The Big List of Time Travel Adventures

 1920 to 1925


No Time Travel.
Move along.
“The Ape-Woman” by John Charles Beecham, Argosy All-Story Weekly, 30 Oct 1920 [despite title, no time travel ]



   If
by Lord Dunsany
First performance: 1921

John Beal, a London businessman, is given a magic crystal that allows him to go back in time and change one act; he is happy with his current life, so he decides to merely go back to catch a train that he was annoyed about missing ten years ago—but the resulting changes are more than he ever expected.

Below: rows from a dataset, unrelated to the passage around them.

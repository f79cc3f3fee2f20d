"""Walk a page's tree in one scheme and produce a Sample for every rendered text.

Computed styles are shared between elements whose style inputs are the same, within a page and
across pages: the key of an element is its tag and attributes (reduced to the answers selectors
need), its parent's key and, only for elements a sibling-sensitive selector can reach (``+``,
``~``, ``:nth-child``, ``:last-of-type``...), its previous siblings and the tags of the following
ones. Pages of one site repeat the same navigation, so most elements are computed once per site;
the :hover and :focus samples of its links likewise. Positional facts (XPaths, lines, texts) are
filled in per element and never shared.

Whole subtrees that repeat (the navigation's sections) are recorded once and replayed
(``fragments``). So that a replay gives exactly what a walk gives, in the same order, every
container element is a scope: the :hover and :focus samples of the interactive elements inside
it are produced when its walk ends.
"""
from __future__ import annotations

import itertools

from ..colour.composite import over, with_alpha
from ..colour.parse import parse_color
from ..model import DETERMINED, REST, UNDETERMINED, Cause, Layer, Sample
from . import behaviours as behaviours_mod
from . import disclosure as disclosure_mod
from . import exempt as exempt_mod
from . import fragments as frag_mod
from . import links as link_mod
from . import nontext as nontext_mod
from .overlay import Kept
from .sheet import mark_states, parse_declarations, unmark_states
from .structure import PageStructure
from .style import BLACK, ROOT_PARENT, Resolver, Winner, cascade

FIELDS = frozenset({"input", "textarea", "select"})  # their value is text, not their content
LISTED = frozenset({"option", "optgroup"})  # rows of a list box (``_listed``)
NO_TEXT = frozenset({"script", "style", "template", "noscript", "title", "head", "textarea",
                     "select", "option", "optgroup", "iframe", "object", "canvas", "video",
                     "audio", "img", "input", "br", "wbr", "math"})
GLYPH_MARKERS = frozenset({"none", "disc", "circle", "square", "disclosure-open",
                           "disclosure-closed", "string"})
SVG_TEXT = frozenset({"text", "tspan", "textpath"})
SVG_SHAPES = frozenset({"rect", "circle", "ellipse", "path", "polygon", "polyline"})
# focusable by their tag (and attributes); any other element by a tabindex
INTERACTIVE = frozenset({"a", "button", "input", "select", "textarea", "summary"})
FORM_CONTROLS = frozenset({"button", "input", "select", "textarea", "optgroup", "option",
                           "fieldset"})
# what an element with no content may still show: a control, a link, a focus ring, a shape
SHOW_EMPTY = INTERACTIVE | nontext_mod.TAGS | SVG_SHAPES
MAX_ALTERNATIVES = 16
# (state, pseudo-classes on the element, pseudo-classes on its ancestors). Focus is keyboard
# focus, the case where :focus-visible styles show.
STATES = (("hover", ("hover",), ("hover",)),
          ("focus", ("focus", "focus-visible", "focus-within"), ("focus-within",)))
CACHE_LIMIT = 120000  # style keys; a large site adds about a hundred per page
# Elements whose subtrees are scopes (and may be recorded and replayed): HTML containers. SVG
# content is left out (shapes earlier in the same <svg> are backgrounds of later text), and so is
# anything inside an interactive element (its :hover walk reads the keys of its descendants).
SCOPE_TAGS = frozenset({
    "html", "body", "div", "nav", "ul", "ol", "li", "dl", "dt", "dd", "section", "article",
    "aside", "header", "footer", "main", "table", "thead", "tbody", "tfoot", "tr", "td", "th",
    "caption", "form", "fieldset", "label", "details", "summary", "p", "span", "a", "button",
    "figure", "figcaption", "blockquote", "pre", "code", "h1", "h2", "h3", "h4", "h5", "h6",
    "em", "strong", "small", "mark", "abbr", "cite", "kbd", "samp", "var", "sub", "sup", "b",
    "i", "u", "s", "q", "time", "output", "menu", "hgroup", "address", "center", "font"})


class StyleCache:
    """Computed styles by structural key, shared across pages for one rule index and scheme.

    ``styles_of``: the cache of the other kind of walk of the same rule index and scheme (one
    keeping every sample's layers, one not: ``engine.Site._walker``), whose structural ids and
    computed styles this one shares: they do not depend on the kind, while recorded fragments,
    state samples and colour cores do (the fixes' verification walks a page checked warm
    without them keeping every sample: cold, a manual's code page took 138 ms, 83 ms warm)."""

    def __init__(self, styles_of=None):
        if styles_of is None:
            self.ids = {}
            self.styles = {}
            self.inert = {}  # structural id -> _inert(element): it cannot show anything
            # the key an element would have without a page's own rules
            # (``PageWalker._plain``) -> the rules of the stylesheets it matches: a page's
            # rows, keyed apart, match what the rows of other pages matched
            self.base_matches = {}
            self._numbers = itertools.count(1)  # ids, never reused (one count for both)
        else:
            self.ids, self.styles, self.inert = styles_of.ids, styles_of.styles, styles_of.inert
            self.base_matches, self._numbers = styles_of.base_matches, styles_of._numbers
        self.cores = {}
        self.states = {}  # (key, state, subtree signature) -> samples that differ from rest
        self.memo = frag_mod.Memo()  # repeated subtrees

    def fresh(self) -> int:
        """An id shared with nothing (where selectors read more than the key holds)."""
        if len(self.styles) > CACHE_LIMIT:
            self._clear()
        return next(self._numbers)

    def intern(self, key) -> int:
        ident = self.ids.get(key)
        if ident is None:
            if len(self.ids) > CACHE_LIMIT:
                self._clear()
            # never reused: a walk in progress may still hold ids from before a clear
            ident = self.ids[key] = next(self._numbers)
        return ident

    def _clear(self) -> None:  # bound memory on large sites
        self.ids.clear()
        self.styles.clear()
        self.cores.clear()
        self.states.clear()
        self.inert.clear()
        self.memo.clear()
        self.base_matches.clear()
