class PagePool:
    """Pages checked in worker processes while the caller goes on (the MkDocs plugin checks
    each page as MkDocs renders the next). ``submit`` returns at once; ``results`` gives
    ``(rel, result or exception)`` in submission order.

    ``site``: the caller's Site: each worker starts from a copy of it (forked, not pickled),
    with whatever it holds (the plugin's: the stylesheets parsed ahead, ``prepared``)."""

    def __init__(self, root: str, options: Options, workers: int, site=None):
        import multiprocessing
        import threading

        ctx = multiprocessing.get_context("fork")
        _preload(options)
        self._spool = _spool_folder()  # see _to_file
        # The heap so far (MkDocs's pages, the warm Site) moves out of the collector's reach
        # until ``close``: the workers' collections do not write to every inherited page of
        # memory (copying it), and this process's do not rescan it as pages go by.
        # (frozen only when nothing is, thawed by ``close``: see ``kept_out_of_collections``)
        self._frozen = ExitStack()
        self._frozen.enter_context(kept_out_of_collections())
        try:
            self._pool = ctx.Pool(workers, initializer=_worker_init,
                                  initargs=(root, options, True, site))
        except BaseException:
            self._frozen.close()
            shutil.rmtree(self._spool, ignore_errors=True)
            raise
        self._pending = []
        self._ending = None  # the thread ending the workers (``end_soon``)
        # pages given to the workers and not answered yet. When they are this far behind,
        # pages are kept for the end (``defer``), when a worker and a copy of it share them:
        # checked here, MkDocs' process, they cost it 16-140 ms each with its cold caches
        # against a worker's 13 (200 pages of the benchmark's `states`: 5-12 pages; of
        # `mkdocs-theme`, whose pages render faster, 55-62)
        self._limit = PAGES_AHEAD * workers
        self._workers = workers
        self._deferred = []  # (rel, its HTML's file): pages kept for the end (``defer``)
        self._done = 0
        self._ahead = 0  # pages sent to be checked ahead, not done yet (``ahead``)
        self._lock = threading.Lock()

    def _finished(self, _result) -> None:
        with self._lock:
            self._done += 1

    def submit(self, rel: str, html: str) -> bool:
        """Queue a page; False when the workers are behind (the caller then keeps it for the
        end, ``defer``, or checks it itself, which keeps memory bounded and shares the work).
        The pages kept for the end go to the workers first as they catch up, so those kept
        are always the last given and the answers come in page order up to them: the plugin
        takes the answers through its gate in page order, and one early page kept for the end
        held back every later one until the build's end (191 of 200 pages)."""
        self._catch_up()
        if self._deferred or self._behind():
            return False
        try:
            path = _to_file(self._spool, html)
        except OSError:  # no room for it: the caller checks it
            return False
        self._queue(rel, path)
        return True

    def _behind(self) -> bool:
        return len(self._pending) - self._done >= self._limit

    def _catch_up(self) -> None:
        """The pages kept for the end, oldest first, to the workers while they have room."""
        while self._deferred and not self._behind():
            self._queue(*self._deferred.pop(0))

    def _queue(self, rel: str, path: str) -> None:
        self._pending.append((rel, self._pool.apply_async(
            _worker_check_html, ((rel, path, self._spool),), callback=self._finished,
            error_callback=self._finished)))

    def defer(self, rel: str, html: str) -> bool:
        """Keep a page for the end, when the workers are behind (``submit`` said False):
        then each worker checks its share of them beside a copy of itself that it forks
        (``_worker_check_split``), both warm, while this process, MkDocs', has rendered every
        page. False when enough wait already (``DEFERRED_MOST``) or there is no room: the
        caller then checks the page itself, as before."""
        if len(self._deferred) >= DEFERRED_MOST:
            return False
        try:
            self._deferred.append((rel, _to_file(self._spool, html)))
        except OSError:
            return False
        return True

    def _split_deferred(self) -> None:
        """The deferred pages, one run of neighbours per worker, each split with a fork."""
        tasks, self._deferred = self._deferred, []
        size = -(-len(tasks) // self._workers)
        for at in range(0, len(tasks), size):
            run = tasks[at:at + size]
            self._pending.append((tuple(rel for rel, _ in run), self._pool.apply_async(
                _worker_check_split, ((run, self._spool),))))

    def ready(self):
        """``(rel, result or exception)`` of the pages answered so far, oldest first, in
        submission order (each given once): a caller that takes them as it goes holds no
        more than a few pages' results."""
        while self._pending and self._pending[0][1].ready():
            rel, pending = self._pending.pop(0)
            with self._lock:  # counted by _finished (run before ready() turns true)
                self._done -= 1
            try:
                yield rel, _from_file(pending.get(timeout=0))
            except Exception as exc:  # the page, not the build, failed
                yield rel, exc

    def results(self, keep: bool = False):
        """Every answer still due, the deferred pages' last; then the workers end, unless
        ``keep`` (the caller then has them ``recheck`` pages and calls ``close``)."""
        if self._deferred:
            self._split_deferred()
        try:
            for rel, pending in self._pending:
                if isinstance(rel, tuple):  # a split run: its answers in order
                    yield from _answers(rel, pending)
                    continue
                try:  # a worker that died never answers: give up on it, not on the build
                    yield rel, _from_file(pending.get(timeout=PAGE_TIMEOUT_S))
                except Exception as exc:  # the page, not the build, failed
                    yield rel, exc
        finally:
            self._pending = []
            if not keep:
                self.close()

    def ahead(self, rel: str, render, payload) -> bool:
        """Have a worker render the page ``rel`` (``render(*payload)``, a module's function:
        MkDocs has converted its Markdown and will render it later) and check it, keeping
        the answer for when the page comes (``_checked_ahead``). At most ``AHEAD_WAITING``
        wait: more would hold back the rendered pages. False when the page is not sent."""
        with self._lock:
            if self._ahead >= AHEAD_WAITING:
                return False
            self._ahead += 1
        try:
            self._pool.apply_async(_worker_ahead, ((rel, render, payload),),
                                   callback=self._ahead_done, error_callback=self._ahead_done)
        except Exception:
            self._ahead_done(None)
            return False
        return True

    def _ahead_done(self, _result) -> None:
        with self._lock:
            self._ahead -= 1

    def rechecker(self, every_page: bool = True):
        """``overrides.verify``'s helper on these workers, once every page is answered
        (``results(keep=True)``): ``overrides.recheck`` of pages in the workers, warm, with
        their options and parsed stylesheets. ``every_page``: they take every page, a lone
        worker splitting them with a copy of itself (the plugin: MkDocs' process, whose
        caches have seen no page, took 155-267 ms for its share where the worker took 104-191
        ms for the other, 200 pages of the benchmark's `baseline`; the worker taking both
        shares without a copy made no difference); else the share they are given."""
        if not every_page:
            return _pool_helper(self._pool, False)
        if self._workers == 1:
            return _pool_helper(self._pool, True, split_in=self._spool)
        return _pool_helper(self._pool, True, shares=self._workers)

    def caller(self):
        """``kept_call``'s ``call`` on these workers, once every page is answered: the fixes'
        planning checks a faded text's page again there, warm (``writer.WriterAid.elsewhere``)."""
        return _pool_caller(self._pool)

    def end_soon(self) -> None:
        """Start ending the workers, their work done, while this process writes the reports;
        ``close`` waits for it. (The collector's freeze is left to ``close``: thawed now, the
        reports' collections would scan everything the check keeps.)"""
        if self._ending is None:
            self._ending = _ending(self._pool)

    def close(self) -> None:
        """End the workers: every answer is in, and a stuck worker must not hold the build."""
        if self._ending is None:
            _end(self._pool)
        else:
            self._ending.join()
        self._frozen.close()
        shutil.rmtree(self._spool, ignore_errors=True)  # pages no worker took
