TEST_CASE("--explain on chambers, with a margin", "[explain][chambers]") {
  const std::string input = room(R"({"id": "C", "radius": "1.5", "track": [["0", "2", "2"]]})");
  const std::vector<int> tree = {-1,
                                 -1, -3, -3, -3, -1, 0, 1, 7, 8,
                                 -1, -3, -3, -1, 1, 2, 8, 3, -3,
                                 -1, -3, -1, 7, 8, 6, 5, -3, -3,
                                 -1, -1, 8, 3, 5, 4, -3, -3, -3};  // test_margin.cpp: P in 16 covered unit cells
  std::size_t leaves = 0, covered = 0, outside = 0, open = 0;
  std::string text;
  for (int t : tree) {
    text += (text.empty() ? "" : ", ") + std::to_string(t);
    leaves += t != -1;
    covered += t >= 0;
    outside += t == -3;
    open += t == -2;
  }
  const std::string cert = R"({"format": "sweepcert-certificate-1", "claim": "no-evasion", "method": "chambers",
    "margin": "1/20", "input_sha256": "@HASH", "input_format": "sweepcert-scenario-1",
    "square": {"origin": ["-2", "-2"], "side": "8"}, "sensors": ["F0", "F1", "F2", "F3", "F4", "F5", "F6", "F7", "C"],
    "slabs": [{"t": ["1", "5"], "tree": [)" + text + R"(]}, {"t": ["5", "9"], "tree": [)" + text + "]}]}";
  Run r = explained(input, cert);
  INFO(r.out << r.err);
  REQUIRE(r.code == 0);
  account_before_findings(r);
  CHECK(line(r.out, "  claim:") == "  claim: no-evasion, by the method \"chambers\".");
  CHECK(line(r.out, "  margin:") == "  margin: 1/20. Checked with every radius shrunk to r - 1/20, so the conclusion still holds");
  // 9 sensors, 8 fence links.
  CHECK(line(r.out, "  margin: 9") == "  margin: 9 radii shrunk by 1/20 and found > 0; 8 fence links re-checked");
  CHECK(line(r.out, "  square:") == "  square: holds 8 fence centres; sensor table: 9 ids; slabs: 2 consecutive within the horizon");
  CHECK(line(r.out, "  cells:") == "  cells: " + std::to_string(2 * leaves) + " in 2 slabs");
  // Every sensor stands still: one distinct disk per slab, so 4 corner tests per covered cell.
  CHECK(line(r.out, "  covered cells:") == "  covered cells: " + std::to_string(2 * covered) + " checked over 2 slabs (" +
                                               std::to_string(4 * 2 * covered) + " exact corner-in-disk tests)");
  // The second slab's outside boxes repeat the first's: tested once.
  CHECK(line(r.out, "  outside cells:") == "  outside cells: " + std::to_string(2 * outside) + " checked (" +
                                               std::to_string(outside) + " distinct boxes tested against the fence polygon)");
  CHECK(line(r.out, "  open cells:") == "  open cells: " + std::to_string(2 * open) +
                                            "; live set: 0 live cells over the slabs, at most 0 in one, empty from slab 0");

  // Shrunk by 1/10 the first covered cell fails (test_margin.cpp): counts stop there. Before token
  // 6 come the outside cells 2, 3, 4.
  std::string tight = cert;
  replace_all(tight, R"("margin": "1/20")", R"("margin": "1/10")");
  Run f = explained(input, tight);
  INFO(f.out);
  CHECK(f.code == 1);
  CHECK_THAT(f.last(), StartsWith("REJECTED: /slabs/0/tree/6 "));
  CHECK_THAT(f.out, Contains("Which checks ran (items verified; the check stopped at the failing item named on the last line)"));
  CHECK(line(f.out, "  cells:") == "  cells: 0 in 0 slabs");
  CHECK(line(f.out, "  covered cells:") == "  covered cells: 0 checked over 0 slabs (3 exact corner-in-disk tests)");
  CHECK(line(f.out, "  outside cells:") == "  outside cells: 3 checked (3 distinct boxes tested against the fence polygon)");
}
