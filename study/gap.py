"""Where the method's gap to the ceiling lies: the method on the weekly loop with one piece at a time
replaced by what a policy that knows the market would use (diagnostics, not a policy a seller can follow).

    python -m study.gap [--seeds 10] [--weeks 12] [--only NAME,...] [--out study/gap.md]

Each variant is sheetbuilder's own plan_workbook on the user's weekly loop (study/weekly_loop.py) with some
of the Bids sheet's reference computations swapped for the duration of a plan (the Bids table's Final bids are
what the study reads, and they come from the references):

- ``waste at break-even``: the waste probability measured against the break-even ACoS (the product's
  pre-ad margin: a click that earns less than it costs) instead of the aim;
- ``true CVR``: the posterior mean CVR replaced by the keyword's true rate (0 for a never-converting one,
  whose value bid is then 0) and the waste probability by 1 or 0 (the truth); the rules as they are;
- ``oracle inputs``: also the true order value and CPC-to-bid ratio, and the rules without their data
  guards (no holds for lack of clicks or orders: every keyword steps toward its value bid);
- ``no data guards``: the rules without their holds for lack of clicks or orders (no clicks, exploring, not
  enough data, no orders yet: not raised) and without the zero-order cut: every keyword steps toward its
  posterior value bid, and the waste cut applies as it is;
- ``no step caps``: max_bid_raise 5 and max_bid_cut 0.95 (settings);
- ``steps up to x2 and /2``: max_bid_raise 1.0 and max_bid_cut 0.5 (settings);
- ``ceiling's aim``: click_elasticity 0.7, the market's own (settings);
- ``history: ...``: the rule's branch for a keyword with no orders yet read in another order (HISTORY_RULES: the
  cut on evidence before the minimum-clicks hold or before the exploration allowance, with or without the
  minimum-clicks hold and the zero-order cut). "evidence before allowance" is what Bids now does.
- ``true prior``: the product's prior and never-converting share replaced by the market's generating ones
  (Beta(c s, (1 - c) s) with c the product's CVR and s the concentration, and the dead share): the posterior
  (w, the posterior mean, the waste probability) is then the exact Bayes posterior of each keyword's history.
  With ``oracle inputs, no caps, e 0.7`` it is the myopic Bayes bid, e / (1 + e) x margin x posterior mean CVR
  x order value / discount: the best a policy that bids on a posterior mean can do in this market;
- ``optimistic quantile L`` (Bayes-UCB; Kaufmann, Cappe & Garivier 2012, after Auer, Cesa-Bianchi & Fischer
  2002): the value bid on w x the L-quantile of the keyword's converting Beta posterior instead of its mean (the
  bonus vanishes as the history pins the rate);
- ``Thompson sampling`` (Thompson 1933; Agrawal & Goyal 2012): the value bid on one draw from the posterior
  (converts with probability w, then a Beta(a, b) draw; else a rate of zero), seeded by market, keyword, week;
- ``caps lifted when sure (cv X)``: the step caps lifted (NO_CAPS) for a keyword whose posterior CVR has a
  coefficient of variation (sd / mean, the zero-inflated posterior) at or below X and whose history alone pins
  it as well (at least 1 / X^2 orders: a tight fitted prior alone does not count); the method's caps elsewhere;
- ``first week to value bid``: the first build (no previous workbook) moves every bid straight to its value
  bid, no caps, rows held as exploring or "no orders yet: not raised" included when their value bid is lower;
- ``myopic Bayes ... (numpy)``: :class:`BayesBid`, a policy outside the library (fast: no workbook is planned)
  that knows each product's true prior, every keyword's order value and discount and the market's elasticity,
  and bids the ceiling's bid at the keyword's exact posterior mean CVR (the bound of a myopic posterior-mean
  method), or at an optimistic quantile, or a posterior draw, or with the method's x2 and /2 steps.
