#!/usr/bin/env python3
"""Write the demo input folder for sheetbuilder.

Everything here is invented: the seller "Larkfield Home & Garden", its products,
its campaigns and every search term. Output is deterministic for a given seed.

Usage: python3 tools/make_demo.py [output_dir]   (default: demo_inputs/ next to tools/)
"""
import csv
import math
import random
import sys
from pathlib import Path

SEED = 20261129
rng = random.Random(SEED)

# (id, name, price, pre-ad margin, ad profile, keyword seeds)
# Profiles: "lose" = expensive clicks and weak conversion, "strong" = cheap and converting,
# "mid" = somewhere in between.
PRODUCTS = [
    ("LF-1001", "Cedar Raised Garden Bed 4ft", 64.99, 0.45, "strong",
     ["raised garden bed", "cedar garden bed", "raised planter box", "wooden garden bed", "garden bed kit"]),
    ("LF-1002", "Galvanized Raised Bed Kit", 79.99, 0.38, "mid",
     ["metal raised garden bed", "galvanized garden bed", "raised bed kit", "steel planter bed"]),
    ("LF-1003", "Ergonomic Hand Trowel Set", 19.99, 0.34, "mid",
     ["garden trowel", "hand trowel set", "garden hand tools", "gardening tool set"]),
    ("LF-1004", "Padded Garden Kneeler Bench", 39.99, 0.27, "mid",
     ["garden kneeler", "kneeler and seat", "garden kneeling pad", "garden bench seat"]),
    ("LF-1005", "Expandable Garden Hose 50ft", 29.99, 0.12, "lose",
     ["expandable garden hose", "garden hose 50 ft", "lightweight hose", "flexible water hose"]),
    ("LF-1006", "Brass Hose Nozzle 8-Pattern", 12.99, 0.41, "mid",
     ["hose nozzle", "spray nozzle"]),
    ("LF-1007", "Compost Bin Tumbler 37gal", 74.99, 0.22, "mid",
     ["compost tumbler", "compost bin outdoor", "rotating compost bin", "backyard composter"]),
    ("LF-1008", "Ceramic Planter Pot 8in Set of 3", 34.99, 0.52, "strong",
     ["ceramic planter", "ceramic plant pots", "indoor planter set", "plant pot with drainage", "white ceramic pot"]),
    ("LF-1009", "Self-Watering Window Box", 24.99, 0.30, "mid",
     ["window box planter", "self watering planter", "balcony planter", "railing planter box"]),
    ("LF-1010", "Hanging Macrame Plant Holder", 14.99, 0.20, "lose",
     ["macrame plant hanger", "hanging planter", "boho plant hanger", "plant hanger indoor"]),
    ("LF-1011", "Terracotta Herb Pot Trio", 17.99, 0.36, "mid",
     ["terracotta pots", "herb pots", "clay pots set", "kitchen herb planter"]),
    ("LF-1012", "Fabric Grow Bags 10gal 5-Pack", 21.99, 0.48, "strong",
     ["grow bags", "fabric pots", "potato grow bag", "10 gallon grow bags"]),
    ("LF-1013", "Wooden Plant Stand 3-Tier", 44.99, 0.31, "mid",
     ["plant stand", "tiered plant shelf"]),
    ("LF-1014", "Solar Path Lights 8-Pack", 32.99, 0.46, "strong",
     ["solar path lights", "solar garden lights", "outdoor pathway lights", "solar stake lights"]),
    ("LF-1015", "Outdoor String Lights 48ft", 39.99, 0.33, "mid",
     ["outdoor string lights", "patio lights", "bistro lights", "string lights 48 ft", "backyard lights"]),
    ("LF-1016", "Solar Lantern Hanging Pair", 27.99, 0.29, "lose",
     ["solar lantern", "hanging lantern outdoor", "solar lanterns set", "garden lanterns"]),
    ("LF-1017", "Motion Sensor Flood Light", 49.99, 0.24, "mid",
     ["motion sensor light", "flood light outdoor", "security light", "led flood light"]),
    ("LF-1018", "LED Fairy Lights Jar Set", 9.99, 0.15, "mid",
     ["fairy lights", "mason jar lights"]),
    ("LF-1019", "Glass Food Storage Set 10pc", 36.99, 0.40, "mid",
     ["glass food storage containers", "meal prep containers", "glass containers with lids", "food storage set"]),
    ("LF-1020", "Bamboo Drawer Organizer", 22.99, 0.08, "lose",
     ["drawer organizer", "bamboo drawer organizer", "utensil organizer", "silverware tray"]),
    ("LF-1021", "Stainless Spice Rack 20 Jars", 42.99, 0.55, "strong",
     ["spice rack", "spice jars with labels", "spice organizer", "countertop spice rack"]),
    ("LF-1022", "Airtight Pantry Canister Set", 29.99, 0.26, "mid",
     ["pantry canisters", "airtight containers", "flour container", "kitchen canister set"]),
    ("LF-1023", "Over-Sink Dish Drying Rack", 54.99, 0.06, "lose",
     ["dish drying rack", "over sink dish rack", "dish rack", "kitchen drying rack"]),
    ("LF-1024", "Beeswax Food Wraps 6-Pack", 15.99, 0.44, "mid",
     ["beeswax wraps", "reusable food wrap"]),
    ("LF-1025", "Cast Iron Herb Planter Trough", 59.99, 0.18, "mid",
     ["herb trough", "cast iron planter"]),
]
P = {p[0]: p for p in PRODUCTS}
NO_SALES = {"LF-1013", "LF-1025"}            # in the catalog, nothing sold this period
TARGET_ACOS = {"LF-1001": "25%", "LF-1005": "15%", "LF-1008": "30%", "LF-1012": "35%",
               "LF-1015": "20%", "LF-1019": "25%", "LF-1021": "40%", "LF-1023": "10%"}
GIVEN_MARGIN = {"LF-1009": "32%", "LF-1017": "21%"}   # margin typed in by the seller
# Stock at the period's end (invented): units fixed for two products, else days of cover at the sales rate.
STOCK_UNITS = {"LF-1002": 2,       # a product to grow with two units left: low stock
               "LF-1019": 0,       # sold out while its ads still spend: a loss
               "LF-1013": 40, "LF-1025": 25}  # nothing sold this period
LOW_DAYS = {"LF-1014": 12}        # low on stock, below the 30-day minimum
INBOUND = {"LF-1002": 120, "LF-1019": 60, "LF-1014": 200}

This is the earliest story that I’ve seen where the hero goes back into his earlier body and relives something differently. Some of the later stories of this kind have no actual time travel, but merely give knowledge of an alternate timeline (e.g., Asimov’s “What If?”); others live out the two timelines in parallel (e.g., the 1998 movie Sliding Doors, also set in motion by a missed/caught train); and some, like If, are couched in terms of time travel (e.g., the 1986 movie Peggy Sue Got Married).

 He that taketh this crystal, so, in his hand, at night, and wishes, saying ‘At a certain hour let it be’; the hour comes and he will go back eight, ten, even twelve years if he will, into the past, and do a thing again, or act otherwise than he did. The day passes; the ten years are accomplished once again; he is here once more; but he is what he might have become had he done that one thing otherwise. 




   “The Time Professor”
by Ray Cummings
First publication: Argosy, 1 Jan 1921

It’s not clear whether the man Tubby and his professor friend are time traveling or not, but in the end, I figured they are because in the matter of a few minutes they travel from 9pm in New York to 9pm in Chicago to 9pm in Denver and on and on.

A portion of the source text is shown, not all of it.